## What is being asked
All that is wanted is a word-for-word copy of the data from its first line to the line containing "a propeller motor", both included.

## Material for this exercise
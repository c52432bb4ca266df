// The heat a motor may shed continuously: the maker's rating where one is entered, else a rule
// of thumb per gram of motor mass. A verdict against the rule of thumb reads no better than
// tight (see typical-marks.ts): only the maker's rating can clear it.

/**
 * Continuous heat loss a motor sheds per gram of its own mass, in W/g (common practice, from
 * memory). Set on the low side on purpose: what a motor sheds depends on its surface and its
 * cooling air, and this assumes little of either (a car motor under its body, a propeller motor
 * held static), so most motors shed more than it says and the check warns early rather than late.
 */
export const LOSS_W_PER_GRAM = 0.15;

/** The field a rule-of-thumb heat limit stands in for: a finding marks it in `typical`, the supply lists it among its values used. */
export const HEAT_LIMIT_FIELD = 'motor.maxLossW';

/** Whether a finding was judged against the rule of thumb (typical-marks.ts marks it with the field it stands in for). */
export function judgedByRuleOfThumb(finding: { readonly typical?: readonly string[] }): boolean {
  return finding.typical?.includes(HEAT_LIMIT_FIELD) ?? false;
}

export interface MotorHeatLimit {
  /** The most heat loss per motor, W. */
  lossW: number;
  /** True where the limit comes from the motor's mass rather than the maker's rating. */
  ruleOfThumb: boolean;
}

/** The maker's rated heat loss where entered (it always wins), else the rule of thumb on the motor's mass; null with neither. */
export function motorHeatLimit(maxLossW: number | null | undefined, massKg: number | null | undefined): MotorHeatLimit | null {
  if (typeof maxLossW === 'number' && maxLossW > 0) return { lossW: maxLossW, ruleOfThumb: false };
  if (typeof massKg === 'number' && massKg > 0 && Number.isFinite(massKg)) return { lossW: massKg * 1000 * LOSS_W_PER_GRAM, ruleOfThumb: true };
  return null;
}
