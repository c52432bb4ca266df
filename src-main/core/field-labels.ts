// Plain words for the inputs a finding can lack, so an incomplete verdict tells a technician
// what to fill in. Messages carry the words only; the field paths stay in a finding's
// `missing` list, which the screens turn into links to the field itself. A typed field's words
// are its catalogue entry's `need`.

import { allFields } from './catalogue/record-kinds';

// Paths a finding can name that are not a field a user types.
const OTHER_WORDS: Readonly<Record<string, string>> = {
  'supply.batteryIds': 'packs that exist in the records',
  'classRule.limit': 'a class limit above zero',
  'classRule.figure': 'a figure Rigbook computes',
  'figure.notApplicable': 'a figure this kind of vehicle has',
};

function collect(): ReadonlyMap<string, string> {
  const out = new Map<string, string>(Object.entries(OTHER_WORDS));
  for (const [path, spec] of allFields()) if (spec.need) out.set(path, spec.need);
  return out;
}

const LABELS = collect();

export function fieldLabel(field: string): string {
  return LABELS.get(field) ?? field;
}

/** "the motor Kv and the pack capacity"; a path without words is named as "an input Rigbook needs". */
export function describeMissing(fields: readonly string[]): string {
  const parts = [...new Set(fields.map((f) => LABELS.get(f) ?? 'an input Rigbook needs'))];
  if (parts.length <= 1) return parts[0] ?? 'inputs that are out of range';
  return `${parts.slice(0, -1).join(', ')} and ${parts[parts.length - 1]}`;
}
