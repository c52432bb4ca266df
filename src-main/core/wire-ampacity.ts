// Continuous current a copper wire of a gauge carries in chassis wiring (single wire in free
// air), the "chassis wiring" column of the American Wire Gauge ampacity table reproduced in
// the Handbook of Electronic Tables and Formulas for American Wire Gauge (Howard W. Sams) and
// many wire tables since (from memory). The column is conservative for the high-temperature
// silicone leads of hobby packs, whose makers rate them higher: the check errs toward warning,
// and the wire maker's own rating is the one to follow.

/** AWG → amperes, chassis wiring. */
export const CHASSIS_AMPACITY_A: Readonly<Record<number, number>> = {
  4: 135,
  5: 118,
  6: 101,
  7: 89,
  8: 73,
  9: 64,
  10: 55,
  11: 47,
  12: 41,
  13: 35,
  14: 32,
  15: 28,
  16: 22,
  17: 19,
  18: 16,
  19: 14,
  20: 11,
  21: 9,
  22: 7,
  23: 4.7,
  24: 3.5,
  25: 2.7,
  26: 2.2,
  27: 1.7,
  28: 1.4,
  29: 1.2,
  30: 0.86,
};

/** The chassis-wiring ampacity of a gauge, A; null for a gauge outside the table. */
export function chassisAmpacity(awg: number): number | null {
  return CHASSIS_AMPACITY_A[awg] ?? null;
}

## Answer area
repository c52432bb4ca266df
// The heat a motor may shed continuously: the maker's rating where one is entered, else a rule
// of thumb per gram of motor mass. A verdict against the rule of thumb reads no better than
// tight (see typical-marks.ts): only the maker's rating can clear it.

/**
 * Continuous heat loss a motor sheds per gram of its own mass, in W/g (common practice, from
 * memory). Set on the low side on purpose: what a motor sheds depends on its surface and its
 * cooling air, and this assumes little of either (a car motor under its body, a propeller motor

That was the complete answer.